The summary of 2 small studies (by the same leading author) is that fractional iron absorption (the percent of iron from a given dose absorbed) is greater by 30-50% with supplementation every other day than every day, BUT the total iron absorption in a given period is about the same, so it does not result in a quicker normalization of the iron status. The alternative day regime may be associated with fever side effects, though.
First study
Iron absorption from oral iron supplements given on consecutive versus alternate days and as single morning doses versus twice-daily split dosing in iron-depleted women: two open-label, randomised controlled trials (The Lancet Haematology, 2017)
Different groups of women aged 18-40 who were "iron-depleted," but not necessary anemic, (serum ferritin ≤25 μg/L), took oral radioactively labelled isotopes of iron supplements (ferrous sulfate). They divided the study into 2 studies:
Study 1 (iron absorption):
- 60 mg/day once a day for 14 days (cumulative total absorbed dose: 131·0 mg [71·4 - 240·5 mg])
- 60 mg/day every other day for 28 days, so the same total dose as in 1. (cumulative total absorbed dose: 175·3 mg [110·3 - 278·5 mg])
NOTE, that in the regime 1, the cumulative total absorbed dose (131 mg) was in 14 days, while in the regime 2 the dose (175.3 mg) was in 28 days, which means that in the alternative day regime more iron was absorbed from the same total dose as in every day regime, but in a period twice as long.
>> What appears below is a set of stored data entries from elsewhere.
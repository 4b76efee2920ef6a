// The command line from a newcomer's first runs: -v, the commands listed, the date error naming
// every route to a date, status lines on stderr (stdout only what was asked for), warnings in
// their own colour, and `new` printing a command that works from where the user is.
import { mkdirSync, mkdtempSync, readFileSync, rmSync, symlinkSync, chmodSync, writeFileSync } from 'node:fs';
import { tmpdir } from 'node:os';
import { join } from 'node:path';
import { afterAll, describe, expect, it } from 'vitest';
import { parseDocument } from 'yaml';
import { cli } from './run-cli.ts';

const ROOT = join(import.meta.dirname, '../..');
const dir = mkdtempSync(join(tmpdir(), 'polebook-newcomer-'));
afterAll(() => rmSync(dir, { recursive: true, force: true }));
const pkg = JSON.parse(readFileSync(join(ROOT, 'package.json'), 'utf8')) as { version: string };

describe('polebook for a newcomer', () => {
  it('-v prints the version like --version', async () => {
    for (const flag of ['-v', '--version']) {
      const r = await cli([flag]);
      expect(r.code).toBe(0);
      expect(r.stdout).toBe(`polebook ${pkg.version}\n`);
    }
  });

  it('the help lists compare and index', async () => {
    const r = await cli(['--help']);
    expect(r.stdout).toMatch(/^ {2}compare /m);
    expect(r.stdout).toMatch(/^ {2}index /m);
    expect(r.stdout).toContain('--version, -v');
  });

  it('no date anywhere: the error names project.date, a revision date and SOURCE_DATE_EPOCH', async () => {
    const doc = parseDocument(readFileSync(join(ROOT, 'examples/luminaire-twin.yaml'), 'utf8'));
    doc.deleteIn(['project', 'date']);
    doc.deleteIn(['project', 'revisions']);
    const file = join(dir, 'undated.yaml');
    writeFileSync(file, doc.toString());
    const r = await cli(['check', file], { env: {} });
    expect(r.code).toBe(2);
    expect(r.stderr).toMatch(/project\.date: no date for the package: give project\.date \(yyyy-mm-dd\), or a revision with a date \(project\.revisions\[\]\.date\), or set SOURCE_DATE_EPOCH/);
  });

  it('build: the summary on stdout, the status lines ("wrote") on stderr', async () => {
    const r = await cli(['build', join(ROOT, 'examples/luminaire-twin.yaml'), '--out', join(dir, 'out')], { env: { SOURCE_DATE_EPOCH: '1767225600' } });
    expect(r.code).toBe(0);
    expect(r.stdout).toMatch(/verdict: every check made passes/);
    expect(r.stdout).not.toContain('wrote');
    expect(r.stderr).toContain(`wrote ${join(dir, 'out', 'luminaire-twin.pdf')}`);
  }, 60_000);

  it('on a terminal, a warning is yellow and an error red, also in one report', async () => {
    const doc = parseDocument(readFileSync(join(ROOT, 'examples/cantilever-sign.yaml'), 'utf8'));
    doc.setIn(['structure', 'pole', 'height'], 70); // beyond our 60 ft scope: a warning
    doc.setIn(['structure', 'arms', 0, 'attachHeight'], 68);
    doc.setIn(['attachments', 'panels', 1, 'position'], 40); // beyond the 36 ft arm: an error
    const file = join(dir, 'mixed.yaml');
    writeFileSync(file, doc.toString());
    const r = await cli(['check', file], { isTTY: true, env: { SOURCE_DATE_EPOCH: '1767225600' } });
    expect(r.code).toBe(2);
    const lines = r.stderr.split('\n');
    const warn = lines.find((l) => l.includes('taller than'));
    const err = lines.find((l) => l.includes('beyond the tip'));
    expect(warn!.startsWith('\u001b[33m')).toBe(true);
    expect(err!.startsWith('\u001b[31m')).toBe(true);
  });

  it('new: outside the checkout with no polebook on the PATH, it prints node with the full path', async () => {
    const r = await cli(['new', 'luminaire-pole', 'pole.yaml'], { cwd: dir, env: { PATH: '/nonexistent' } });
    expect(r.code).toBe(0);
    expect(r.stdout).toBe('');
    const main = join(ROOT, 'dist', 'src', 'cli', 'main.js');
    expect(r.stderr).toContain(`Edit it, then: node ${main} check pole.yaml && node ${main} build pole.yaml`);
  });

  it('new: with this polebook on the PATH (npm link), it prints polebook', async () => {
    const bin = join(dir, 'bin');
    mkdirSync(bin);
    const main = join(ROOT, 'dist', 'src', 'cli', 'main.js');
    chmodSync(main, 0o755); // as npm link does for a bin
    symlinkSync(main, join(bin, 'polebook'));
    const r = await cli(['new', 'luminaire-pole', 'pole2.yaml'], { cwd: dir, env: { PATH: bin } });
    expect(r.stderr).toContain('Edit it, then: polebook check pole2.yaml && polebook build pole2.yaml');
  });

  it('new: inside the checkout, it prints npx polebook', async () => {
    const sub = mkdtempSync(join(ROOT, 'tmp-newcomer-'));
    try {
      const r = await cli(['new', 'luminaire-pole', 'p.yaml'], { cwd: sub, env: { PATH: '/nonexistent' } });
      expect(r.stderr).toContain('Edit it, then: npx polebook check p.yaml');
    } finally {
      rmSync(sub, { recursive: true, force: true });
    }
  });
});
Study 2 (hepcidin levels):
- 120 mg/day once a day for 3 days
- 60 mg twice a day for 3 days, so the same daily and total dose as in 3. (At the end, this group had higher serum hepcidin levels.)
Hepcidin is a protein synthesized in the liver and detected in the blood.
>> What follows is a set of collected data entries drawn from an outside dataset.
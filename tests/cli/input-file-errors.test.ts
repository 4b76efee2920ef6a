// An input file that cannot be read at all has no line or column to point at: the message names
// the file and the reason only (no made-up file:1:1), exit 2, nothing written. The usage text is
// printed for a misused command only, never after an input or runtime error.
import { execFileSync } from 'node:child_process';
import { existsSync, mkdirSync, mkdtempSync, writeFileSync } from 'node:fs';
import { tmpdir } from 'node:os';
import { join } from 'node:path';
import { describe, expect, it } from 'vitest';
import { readFailureReason } from '../../src/input/read-input-file.ts';
import { cli } from './run-cli.ts';

const tempDir = () => mkdtempSync(join(tmpdir(), 'polebook-input-'));

/** One message about the file, no position, no usage text, no output folder made. */
async function expectFileLevel(command: 'build' | 'check', input: string, reason: string, dir: string): Promise<void> {
  const r = await cli([command, input, ...(command === 'build' ? ['--out', 'out', '--json'] : [])], { cwd: dir });
  expect(r.code).toBe(2);
  expect(r.stdout).toBe('');
  expect(r.stderr).toBe(`error: cannot read the input file ${join(dir, input)}: ${reason}\nnothing was written.\n`);
  expect(r.stderr).not.toMatch(/:\d+:\d+/);
  expect(r.stderr).not.toContain('Usage:');
  expect(existsSync(join(dir, 'out'))).toBe(false);
}

describe('an input file that cannot be read', () => {
  for (const command of ['build', 'check'] as const) {
    it(`${command}: a missing file`, async () => {
      const dir = tempDir();
      await expectFileLevel(command, 'pole.yaml', 'there is no such file', dir);
      await expectFileLevel(command, join('no', 'such', 'pole.yaml'), 'there is no such file', dir);
    });

    it(`${command}: a folder given as the input`, async () => {
      const dir = tempDir();
      mkdirSync(join(dir, 'pole.yaml'));
      await expectFileLevel(command, 'pole.yaml', 'it is a folder, not an input file', dir);
    });

    it(`${command}: a path through a file`, async () => {
      const dir = tempDir();
      writeFileSync(join(dir, 'notes.txt'), 'a file');
      await expectFileLevel(command, join('notes.txt', 'pole.yaml'), 'a part of its path is a file, not a folder', dir);
    });
  }

  it.skipIf(process.platform === 'win32')('a named pipe is refused without waiting to read it', async () => {
    const dir = tempDir();
    execFileSync('mkfifo', [join(dir, 'pole.yaml')]);
    await expectFileLevel('build', 'pole.yaml', 'it is not a regular file', dir);
  });

  it('no permission to read: said in words (root reads any file, so the errno is given directly)', () => {
    const denied = Object.assign(new Error("EACCES: permission denied, open 'x.yaml'"), { code: 'EACCES' });
    expect(readFailureReason(denied)).toBe('no permission to read it');
    const other = Object.assign(new Error('EIO: i/o error, read'), { code: 'EIO' });
    expect(readFailureReason(other)).toBe('EIO: i/o error, read');
  });
});

describe('the usage text is for usage errors only', () => {
  it('printed after an unknown option and a missing argument', async () => {
    const unknown = await cli(['build', 'pole.yaml', '--colour']);
    expect(unknown.code).toBe(2);
    expect(unknown.stderr).toContain('unknown option --colour');
    expect(unknown.stderr).toContain('Usage: polebook build');
    const missing = await cli(['build', 'pole.yaml', '--out']);
    expect(missing.code).toBe(2);
    expect(missing.stderr).toContain('option --out needs a value');
    expect(missing.stderr).toContain('Usage: polebook build');
    const none = await cli(['check']);
    expect(none.stderr).toContain('Usage: polebook check');
  });

  it('absent after an input error: the located messages and the count only', async () => {
    const dir = tempDir();
    writeFileSync(join(dir, 'pole.yaml'), 'formatVersion: 1\nunits: furlongs\n');
    for (const argv of [['build', 'pole.yaml', '--out', 'out'], ['check', 'pole.yaml']]) {
      const r = await cli(argv, { cwd: dir });
      expect(r.code).toBe(2);
      expect(r.stderr).toMatch(/pole\.yaml:2:\d+: units: /);
      expect(r.stderr).toMatch(/\d+ errors?; nothing was written\.\n$/);
      expect(r.stderr).not.toContain('Usage:');
    }
    expect(existsSync(join(dir, 'out'))).toBe(false);
  });
});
High hepcidin levels block intestinal iron absorption (Frontiers in Physiology, 2019).
Interpretation of the study by the authors:
In iron-depleted women, providing iron supplements daily as divided
doses increases serum hepcidin and reduces iron absorption.
Providing iron supplements on alternate days and in single doses optimises iron absorption and might be a preferable dosing regimen.
These findings should be confirmed in iron-deficient anaemic patients.
Second study
This was a study in anemic women (mean serum ferritin ~10 μg/L).
Iron absorption from supplements is greater with alternate day than with consecutive day dosing in iron-deficient anemic women (Haematologica, 2019):
Alternate day dosing of oral iron supplements in anemic women may be
preferable because it sharply increases fractional iron absorption. In
order to provide the same total amount of iron with alternate day
dosing, twice the daily target dose should be given on alternate days
as total iron absorption from a single dose of 200 mg given on
alternate days was approximately twice that from 100 mg given on
consecutive days (p<0.001).
BUT
Consequently, TIA from a single dose of 200 mg given on alternate days
was approximately twice that from 100 mg given on consecutive days
(p<0.001). This suggests that TIA would be similar from alternate
day dosing of 200 mg compared to daily dosing of 100 mg. (TIA =
total iron absorption)
but:
In conclusion, as in our previous studies using a daily dose of 60 mg
in iron-depleted nonanemic women, our data show that with higher doses
of 100-200 mg iron in women with IDA, alternate day dosing results in
higher FIA and a trend for lower incidence of gastrointestinal side
effects compared to consecutive day dosing. (IDA = iron deficiency anemia, FIA = fractional iron absorption)
but:
These potential benefits need to be confirmed in long-term
intervention studies in anemic women with clinical endpoints, such as
change in Hb, iron status and side effects, as primary outcomes.